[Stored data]
↓

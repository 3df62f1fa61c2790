import { randomUUID } from 'node:crypto';
import type { AppDeps } from '../../app-deps';
import { MembershipEntity } from '../../entities/membership-entity';
import { UserEntity } from '../../entities/user-entity';
import { hashPassword } from '../../services/passwords';
import { loadContents } from './load-contents';
import type { DemoAccount } from './accounts';
import { DEMO_ACCOUNTS, DEMO_STUDIO } from './accounts';

/** Makes the demo's studio with its four members, its prints and its album. */
export async function loadDemo(deps: AppDeps): Promise<readonly DemoAccount[]> {
  const { dataSource, services: { accounts, studios }, now } = deps;
  const [owner, ...members] = DEMO_ACCOUNTS;
  if (!owner) return [];
  const { id: ownerId } = await accounts.signUp({ ...owner, studioName: DEMO_STUDIO });
  const studioId = (await studios.listOf(ownerId))[0]?.studio.id;
  if (studioId === undefined) throw new Error('The demo owner has no studio.');
  for (const { email, name, password, role } of members) {
    const user = { id: randomUUID(), email, name, passwordHash: await hashPassword(password), createdAt: now() };
    await dataSource.transaction(async (manager) => {
      await manager.insert(UserEntity, user);
      await manager.insert(MembershipEntity, { studioId, userId: user.id, role, createdAt: user.createdAt });
    });
  }
  await loadContents(deps, { studioId, userId: ownerId });
  return DEMO_ACCOUNTS;
}
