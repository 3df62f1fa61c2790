import { z } from 'zod';
import { CHECK_IDS } from '../checks/check-ids';
import { idSchema } from './common';

const NAMES_MAX = 40;
const thresholdsSchema = z.record(z.string().min(1).max(NAMES_MAX), z.number());

/** What a studio or a spread says about one check; null leaves it to the studio, or to the check itself. */
export const checkSettingSchema = z.object({
  checkId: z.enum(CHECK_IDS),
  muted: z.boolean().nullable(),
  /** Only the thresholds that are set. */
  thresholds: z.record(z.string(), z.number()),
});
export type CheckSetting = z.infer<typeof checkSettingSchema>;

/** Only checks of which something is said; order is of no meaning. */
export const checkSettingListSchema = z.object({ checks: z.array(checkSettingSchema) });
export type CheckSettingList = z.infer<typeof checkSettingListSchema>;

/** A key that is left out stays as it is; null takes it back. Thresholds are replaced as a whole. */
export const updateCheckSettingSchema = z.strictObject({
  muted: z.boolean().nullable().optional(),
  thresholds: thresholdsSchema.nullable().optional(),
});
export type UpdateCheckSetting = z.infer<typeof updateCheckSettingSchema>;

export const studioCheckParamsSchema = z.strictObject({ studioId: idSchema, checkId: z.enum(CHECK_IDS) });
export const spreadCheckParamsSchema = z.strictObject({ spreadId: idSchema, checkId: z.enum(CHECK_IDS) });

/** What is said about checks for one spread: by its studio, and by itself, which goes before. */
export const checkSettingsSchema = z.object({ studio: z.array(checkSettingSchema), spread: z.array(checkSettingSchema) });
export type CheckSettings = z.infer<typeof checkSettingsSchema>;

↑

### Activity
All the entries above should come back exactly as they are written.

### Answer below
repository 3df62f1fa61c2790
import { randomUUID } from 'node:crypto';
import type { AppDeps } from '../../app-deps';
import { MembershipEntity } from '../../entities/membership-entity';
import { UserEntity } from '../../entities/user-entity';
import { hashPassword } from '../../services/passwords';
import { loadContents } from './load-contents';
import type { DemoAccount } from './accounts';
import { DEMO_ACCOUNTS, DEMO_STUDIO } from './accounts';

/** Makes the demo's studio with its four members, its prints and its album. */
export async function loadDemo(deps: AppDeps): Promise<readonly DemoAccount[]> {
  const { dataSource, services: { accounts, studios }, now } = deps;
  const [owner, ...members] = DEMO_ACCOUNTS;
  if (!owner) return [];
  const { id: ownerId } = await accounts.signUp({ ...owner, studioName: DEMO_STUDIO });
  const studioId = (await studios.listOf(ownerId))[0]?.studio.id;
  if (studioId === undefined) throw new Error('The demo owner has no studio.');
  for (const { email, name, password, role } of members) {
    const user = { id: randomUUID(), email, name, passwordHash: await hashPassword(password), createdAt: now() };
    await dataSource.transaction(async (manager) => {
      await manager.insert(UserEntity, user);
      await manager.insert(MembershipEntity, { studioId, userId: user.id, role, createdAt: user.createdAt });
    });
  }
  await loadContents(deps, { studioId, userId: ownerId });
  return DEMO_ACCOUNTS;
}
repository 3df62f1fa61c2790
import { z } from 'zod';
import { CHECK_IDS } from '../checks/check-ids';
import { idSchema } from './common';

const NAMES_MAX = 40;
const thresholdsSchema = z.record(z.string().min(1).max(NAMES_MAX), z.number());

/** What a studio or a spread says about one check; null leaves it to the studio, or to the check itself. */
export const checkSettingSchema = z.object({
  checkId: z.enum(CHECK_IDS),
  muted: z.boolean().nullable(),
  /** Only the thresholds that are set. */
  thresholds: z.record(z.string(), z.number()),
});
export type CheckSetting = z.infer<typeof checkSettingSchema>;

/** Only checks of which something is said; order is of no meaning. */
export const checkSettingListSchema = z.object({ checks: z.array(checkSettingSchema) });
export type CheckSettingList = z.infer<typeof checkSettingListSchema>;

/** A key that is left out stays as it is; null takes it back. Thresholds are replaced as a whole. */
export const updateCheckSettingSchema = z.strictObject({
  muted: z.boolean().nullable().optional(),
  thresholds: thresholdsSchema.nullable().optional(),
});
export type UpdateCheckSetting = z.infer<typeof updateCheckSettingSchema>;

export const studioCheckParamsSchema = z.strictObject({ studioId: idSchema, checkId: z.enum(CHECK_IDS) });
export const spreadCheckParamsSchema = z.strictObject({ spreadId: idSchema, checkId: z.enum(CHECK_IDS) });

/** What is said about checks for one spread: by its studio, and by itself, which goes before. */
export const checkSettingsSchema = z.object({ studio: z.array(checkSettingSchema), spread: z.array(checkSettingSchema) });
export type CheckSettings = z.infer<typeof checkSettingsSchema>;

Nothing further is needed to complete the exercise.